The report gives recommendations for lawmakers, utility companies and schools, including:

  • Lawmakers should provide funding for electric school buses, vehicle-to-grid and energy storage pilot programs and support research to develop and standardize technology, regulations and practices regarding the use of electric vehicles to store and return energy to the grid. Lawmakers should prioritize funding for underserved communities.
  • Utility companies and regulators should establish partnerships with school districts and public officials, help finance electric buses, restructure electricity rates to accommodate electric vehicle technology, and clarify regulations regarding the use of electric vehicles to store and return energy to the grid.
  • School districts should commit to a full transition to electric buses on a specific timeline and invest in as large a fleet as possible as soon as possible.

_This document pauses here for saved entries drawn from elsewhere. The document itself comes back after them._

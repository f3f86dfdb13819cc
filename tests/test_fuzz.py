"""Fuzzing the command line with mutated copies of the contract design file.

Every case must end in a report (exit 0 or 1, output on stdout, nothing on stderr) or in exit 2 with one
located line per problem on stderr; never a traceback or an internal error, never a hang. No case is timed:
a hang is caught by a generous per-case timeout (``CASE_TIMEOUT``) that dumps every thread's traceback and
ends the process, so a loaded CI machine can slow a case down without failing it. CI runs a small budget;
for a long run by hand:

    MARGINCHECK_FUZZ_EXAMPLES=10000 python -m pytest -m fuzz -q
"""

from __future__ import annotations

import contextlib
import faulthandler
import io
import os
import re
import tempfile
from pathlib import Path

import pytest
import yaml
from hypothesis import HealthCheck, event, given, settings
from hypothesis import strategies as st

from margincheck.cli import main
from margincheck.loading import load_document
from tests.conftest import CONTRACT_FILE, EXAMPLES

pytestmark = pytest.mark.fuzz



def _thermal_seed() -> bytes:
    """The solar example with its device file written inline, so that the thermal, SOA and short-circuit
    fields are mutated too (the file must stand alone in the fuzzer's folder)."""
    # read with margincheck's own YAML 1.2 loader: PyYAML's 1.1 resolver would turn the gate_drive keys
    # on/off into booleans
    design = load_document(EXAMPLES / "solar-string-sic-leg.yaml").data
    device = load_document(EXAMPLES / "devices" / "demo-sic1200.yaml").data
    design["devices"] = {"demo-sic1200": device}
    design["derating"] = "default"  # its policy file stays behind in examples/
    return yaml.safe_dump(design, sort_keys=False, allow_unicode=True).encode("utf-8")


SEEDS = (CONTRACT_FILE.read_bytes(), _thermal_seed())
FUZZ_EXAMPLES = int(os.environ.get("MARGINCHECK_FUZZ_EXAMPLES", "150"))
CASE_TIMEOUT = 60  # seconds: a hang, far beyond any slow case

VALUES = ["5 V", "3 A", "-1 nH", "0 ohm", "1e999 V", "nan", ".nan", ".inf", "-.inf", "", "~", "true", "no", "on",
          "[", "{", "}", "]", "&a 1", "*a", "*missing", "!!str 5", "!!python/object:os.system", "!custom 3",
          "'", '"', "|", ">", "- 1", "? x", "1:2", "0x1F", "012", "2026-12-01", "5 %", "-5 %", "400 V/ns",
          "\u00b5", "\u202e", "\x1b[2J", "\x00", "\t", "a" * 300, "100 degC", "-300 degC", "5 furlong",
          "{min: 5 V, max: 1 V}", "{nominal: 1 V, tolerance: 5 %, max: 2 V}", "[1, 2, 3]", "{a: 1}"]
UNITS = ["V", "A", "nH", "uH", "mH", "ohm", "Ω", "nF", "uF", "pF", "S", "degC", "K", "A/ns", "kHz", "%", "", "W"]

LOCATED = re.compile(r"^\S.*?: .+$")


@st.composite
def mutated(draw) -> bytes:
    lines = draw(st.sampled_from(SEEDS)).decode("utf-8").splitlines(keepends=True)
    for _ in range(draw(st.integers(1, 4))):
        operation = draw(st.sampled_from(["value", "unit", "delete", "duplicate", "swap", "indent", "insert",
                                          "truncate"]))
        index = draw(st.integers(0, len(lines) - 1)) if lines else 0
        if not lines:
            break
        line = lines[index]
        if operation == "value" and ":" in line:
            head = line.split(":", 1)[0]
            lines[index] = f"{head}: {draw(st.sampled_from(VALUES) | st.text(max_size=20))}\n"
        elif operation == "unit":
            lines[index] = re.sub(r"(\d) ([A-Za-z%/Ω]+)", lambda m: f"{m[1]} {draw(st.sampled_from(UNITS))}",
                                  line, count=1)
        elif operation == "delete":
            del lines[index]
        elif operation == "duplicate":
            lines.insert(index, line)
        elif operation == "swap":
            other = draw(st.integers(0, len(lines) - 1))
            lines[index], lines[other] = lines[other], lines[index]
        elif operation == "indent":
            lines[index] = " " * draw(st.integers(0, 6)) + line.lstrip(" ")
        elif operation == "insert":
            lines.insert(index, draw(st.text(max_size=30)) + "\n")
        else:
            lines = lines[:index]
    data = "".join(lines).encode("utf-8", errors="surrogatepass")
    if draw(st.booleans()) and data:  # raw byte damage: encodings, NUL, lone continuation bytes
        position = draw(st.integers(0, len(data) - 1))
        data = data[:position] + draw(st.binary(max_size=4)) + data[position + 1:]
    return data


@pytest.fixture(scope="module")
def case_file():
    with tempfile.TemporaryDirectory() as folder:
        yield Path(folder) / "fuzzed.yaml"


def _run(arguments: list[str]) -> tuple[int, str, str]:
    out, err = io.StringIO(), io.StringIO()
    faulthandler.dump_traceback_later(CASE_TIMEOUT, exit=True)  # a hang ends the run, with where it hung
    try:
        with contextlib.redirect_stdout(out), contextlib.redirect_stderr(err):
            code = main(arguments)
    finally:
        faulthandler.cancel_dump_traceback_later()
    return code, out.getvalue(), err.getvalue()


@settings(max_examples=FUZZ_EXAMPLES, deadline=None, suppress_health_check=list(HealthCheck))
@given(content=mutated(), output_format=st.sampled_from(["text", "json"]))
def test_a_mutated_design_gives_a_report_or_located_errors(case_file, content, output_format):
    case_file.write_bytes(content)
    code, out, err = _run(["check", str(case_file), "--format", output_format])
    event(f"exit code {code}")  # the outcome mix, shown by --hypothesis-show-statistics
    assert "Traceback" not in out + err
    assert code in (0, 1, 2), err
    if code == 2:
        assert out == ""
        lines = err.splitlines()
        assert lines and all(line.startswith(str(case_file)) and LOCATED.match(line) for line in lines), err
    else:
        assert out and err == "", err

They should also establish solid collaborative partnerships with utilities from an early stage.

“Students in every community deserve the health and air quality benefits of electric school buses. With record funding on the way, now is the time to make it happen,” said Sue Gander, director of the Electric School Bus Initiative at WRI. “But the benefits don’t stop there. We are excited about this report, which shows that, with the right policies and investments, electric school buses can play a crucial role in promoting grid reliability and transitioning to renewable energy.”

“The renewable, resilient electricity system of the future will rely on batteries to store clean electricity,” said James Horrox, lead author of the report. “Electric school buses with vehicle-to-grid technology can play an important part in building that system, even as they clean the air our children breathe today.”

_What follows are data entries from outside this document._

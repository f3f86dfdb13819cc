"""YAML loading: core-schema scalars (no YAML 1.1 traps), locations, duplicate keys, tags, encodings."""

import pytest

from margincheck.errors import InputError, Location
from margincheck.loading import load_document


def _load(tmp_path, text: str | bytes):
    path = tmp_path / "doc.yaml"
    path.write_bytes(text.encode("utf-8") if isinstance(text, str) else text)
    return load_document(path, "doc.yaml")


def test_yaml_1_1_words_stay_strings(tmp_path):
    document = _load(tmp_path, "on: yes\noff: no\ny: n\nt: 1:20\nd: 2026-12-01\noctal: 012\n")
    assert document.data == {"on": "yes", "off": "no", "y": "n", "t": "1:20", "d": "2026-12-01", "octal": 12}


def test_core_schema_scalars(tmp_path):
    document = _load(tmp_path, "a: true\nb: ~\nc: 0x1F\nd: 1.5e3\ne: .inf\n")
    assert document.data == {"a": True, "b": None, "c": 31, "d": 1500.0, "e": float("inf")}


def test_every_value_and_key_is_located(tmp_path):
    document = _load(tmp_path, "top:\n  items:\n    - name: x\n      value: 3 V\n")
    assert document.locations[("top", "items", 0, "value")] == Location(4, 14)
    assert document.key_locations[("top", "items", 0, "value")] == Location(4, 7)


def test_duplicate_key_names_both_lines(tmp_path):
    with pytest.raises(InputError, match=r'doc.yaml:3:1: a: duplicate key "a" \(first written at line 1\)'):
        _load(tmp_path, "a: 1\nb: 2\na: 3\n")


def test_python_tags_are_refused(tmp_path):
    with pytest.raises(InputError, match=r'doc.yaml:1:4: a: YAML tag "tag:yaml.org,2002:python/object'):
        _load(tmp_path, "a: !!python/object:os.system {}\n")


def test_custom_tags_are_refused(tmp_path):
    with pytest.raises(InputError, match=r'YAML tag "!volts" is not allowed'):
        _load(tmp_path, "a: !volts 5\n")


def test_non_utf8_is_located(tmp_path):
    with pytest.raises(InputError, match=r"doc.yaml:2:4: the file is not UTF-8 text"):
        _load(tmp_path, b"a: 1\nb: \xff\n")


def test_two_documents_are_refused(tmp_path):
    with pytest.raises(InputError, match=r"doc.yaml:2:1: not valid YAML: expected a single document"):
        _load(tmp_path, "a: 1\n---\nb: 2\n")


def test_self_referring_alias_is_refused(tmp_path):
    with pytest.raises(InputError, match="an alias refers to the node that contains it"):
        _load(tmp_path, "a: &x [*x]\n")


def test_sha256_is_of_the_raw_bytes(tmp_path):
    import hashlib

    document = _load(tmp_path, "a: 1\n")
    assert document.sha256 == hashlib.sha256(b"a: 1\n").hexdigest()
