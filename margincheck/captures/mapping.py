"""How the columns of a capture file become our channels: which column is which, its unit, the probe's
attenuation, the deskew, and the scale and offset of integer codes.

A mapping comes from a design's ``captures:`` entry (``margincheck.captures.design_section``) or from the
command line's ``--map KEY=VALUE`` options (``mapping_from_options``). Every setting is keyed by our name of
the signal: ``time``, ``v_ds``, ``i_d``, ``v_gs`` or ``v_gs_idle``.
"""

from __future__ import annotations

from dataclasses import dataclass, field
from typing import Mapping, Sequence

from margincheck.errors import InputError, Problem
from margincheck.units import QuantityError, parse_quantity

__all__ = ["CHANNELS", "KIND_OF", "SEPARATORS", "SIGNALS", "TIME", "CaptureMapping", "check_unit",
           "mapping_from_options"]

TIME = "time"
#: Our channel names, in the order a summary lists them.
CHANNELS = ("v_ds", "i_d", "v_gs", "v_gs_idle")
SIGNALS = (TIME, *CHANNELS)
#: The quantity kind (margincheck.units.KINDS) each signal must have.
KIND_OF = {TIME: "time", "v_ds": "voltage", "i_d": "current", "v_gs": "voltage", "v_gs_idle": "voltage"}
SEPARATORS = {",": ",", ";": ";", "tab": "\t", "\t": "\t"}
DECIMAL_MARKS = (".", ",")


@dataclass(frozen=True)
class CaptureMapping:
    """What the reader is told about a capture file beyond what the file says itself.

    Attributes
    ----------
    columns : mapping of str to str or int
        Signal name -> column header name, or 1-based column number (the first column is 1). A signal left
        out is found by its own name in the header (``time`` also as ``t``), case-insensitively.
    units : mapping of str to str
        Signal name -> unit text (``"mV"``, ``"kA"``, ``"us"``). Replaces the unit the file gives: e.g. ``A``
        for a current probe whose output the scope recorded in V (its factor then goes in ``attenuation``).
    attenuation : mapping of str to float
        Signal name -> factor the recorded value is multiplied by (probe attenuation, 10 for a 10:1 probe).
    deskew : mapping of str to float
        Channel name -> time [s] added to the channel's time stamps before it is resampled onto the time base.
    scale, offset : mapping of str to float
        Signal name -> integer-code scale and offset: value = code * scale + offset, in the column's unit.
        Replace the file's own ``scale.COLUMN`` / ``offset.COLUMN`` header lines.
    separator : str, optional
        ``","``, ``";"`` or tab; detected from the first data row when not given.
    decimal : str, optional
        ``"."`` or ``","`` (a decimal comma only with a ``;`` or tab separator); detected when not given.
    """

    columns: Mapping[str, str | int] = field(default_factory=dict)
    units: Mapping[str, str] = field(default_factory=dict)
    attenuation: Mapping[str, float] = field(default_factory=dict)
    deskew: Mapping[str, float] = field(default_factory=dict)
    scale: Mapping[str, float] = field(default_factory=dict)
    offset: Mapping[str, float] = field(default_factory=dict)
    separator: str | None = None
    decimal: str | None = None


_PER_SIGNAL = ("unit", "attenuation", "deskew", "scale", "offset")
_OPTION_HELP = ("KEY=VALUE with KEY a signal (time, v_ds, i_d, v_gs, v_gs_idle) naming its column, "
                "SIGNAL.unit, SIGNAL.attenuation, SIGNAL.deskew, SIGNAL.scale, SIGNAL.offset, separator or decimal")


def _option_problem(option: str, message: str) -> Problem:
    return Problem("--map", None, option, message)


def _number(text: str) -> float:
    value = float(text)
    if value != value or value in (float("inf"), float("-inf")):
        raise ValueError(text)
    return value


def check_unit(signal: str, unit: str) -> float:
    """The SI value of one ``unit`` of ``signal``'s kind (``"mV"`` -> 0.001 for ``v_ds``).

    Raises
    ------
    QuantityError
        When the unit is unknown or of another dimension than the signal (a current unit for ``v_ds``).
    """
    return parse_quantity(f"1 {unit}", KIND_OF[signal])


def _setting(signal: str, setting: str, value: str) -> float | str:
    """One per-signal setting's value as the mapping holds it (raises ValueError or QuantityError)."""
    if setting == "unit":
        check_unit(signal, value)
        return value
    if setting == "deskew":
        if signal == TIME:
            raise ValueError("the time base itself has no deskew; give it on a channel")
        return parse_quantity(value, "time")
    number = _number(value)
    if setting in ("attenuation", "scale") and number == 0:
        raise ValueError(f"{setting} must not be zero")
    return number


def _column(value: str) -> str | int:
    return int(value) if value.isdigit() else value


def mapping_from_options(options: Sequence[str]) -> CaptureMapping:
    """A mapping from ``--map`` options such as ``v_ds=CH1``, ``v_ds.attenuation=10``, ``i_d.deskew=4 ns``.

    Raises
    ------
    InputError
        Naming each option that cannot be used, and why.
    """
    settings: dict[str, dict] = {"columns": {}, **{name: {} for name in _PER_SIGNAL}}
    general: dict[str, str] = {}
    problems = []
    for option in options:
        key, separator, value = option.partition("=")
        signal, _, setting = key.strip().partition(".")
        value = value.strip()
        try:
            if not separator or not value:
                raise ValueError(f"expected {_OPTION_HELP}")
            if key in ("separator", "decimal"):
                general[key] = value
            elif signal not in SIGNALS or (setting and setting not in _PER_SIGNAL):
                raise ValueError(f"unknown key; expected {_OPTION_HELP}")
            elif not setting:
                settings["columns"][signal] = _column(value)
            else:
                settings[setting][signal] = _setting(signal, setting, value)
        except (ValueError, QuantityError) as error:
            problems.append(_option_problem(option, str(error)))
    separator = general.get("separator")
    if separator is not None and separator not in SEPARATORS:
        problems.append(_option_problem(f"separator={separator}", 'expected ",", ";" or "tab"'))
    if general.get("decimal", ".") not in DECIMAL_MARKS:
        problems.append(_option_problem(f"decimal={general['decimal']}", 'expected "." or ","'))
    if problems:
        raise InputError(problems)
    units = settings.pop("unit")
    return CaptureMapping(**settings, units=units, separator=SEPARATORS.get(separator or ""),
                          decimal=general.get("decimal"))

“Kids need a clean ride to school and a future powered by reliable, renewable energy,” said O’Malley. “By fully embracing the power of electric school bus technology, we can invest in cleaner, more efficient transportation and energy systems all at the same time.”

 

Environment New Jersey Research & Policy Center is a 501(c)(3) organization dedicated to protecting our air, water and open spaces. We investigate problems, craft solutions, educate the public and decision-makers, and help the public make their voices heard in local, state and national debates over the quality of our environment and our lives.

Frontier Group is a nonpartisan research and policy development center, providing information and ideas to help build a cleaner, healthier and more democratic America.

Environment New Jersey Research & Policy Center and Frontier Group are part of The Public Interest Network, which operates and supports organizations committed to a shared vision of a better world and a strategic approach to social change.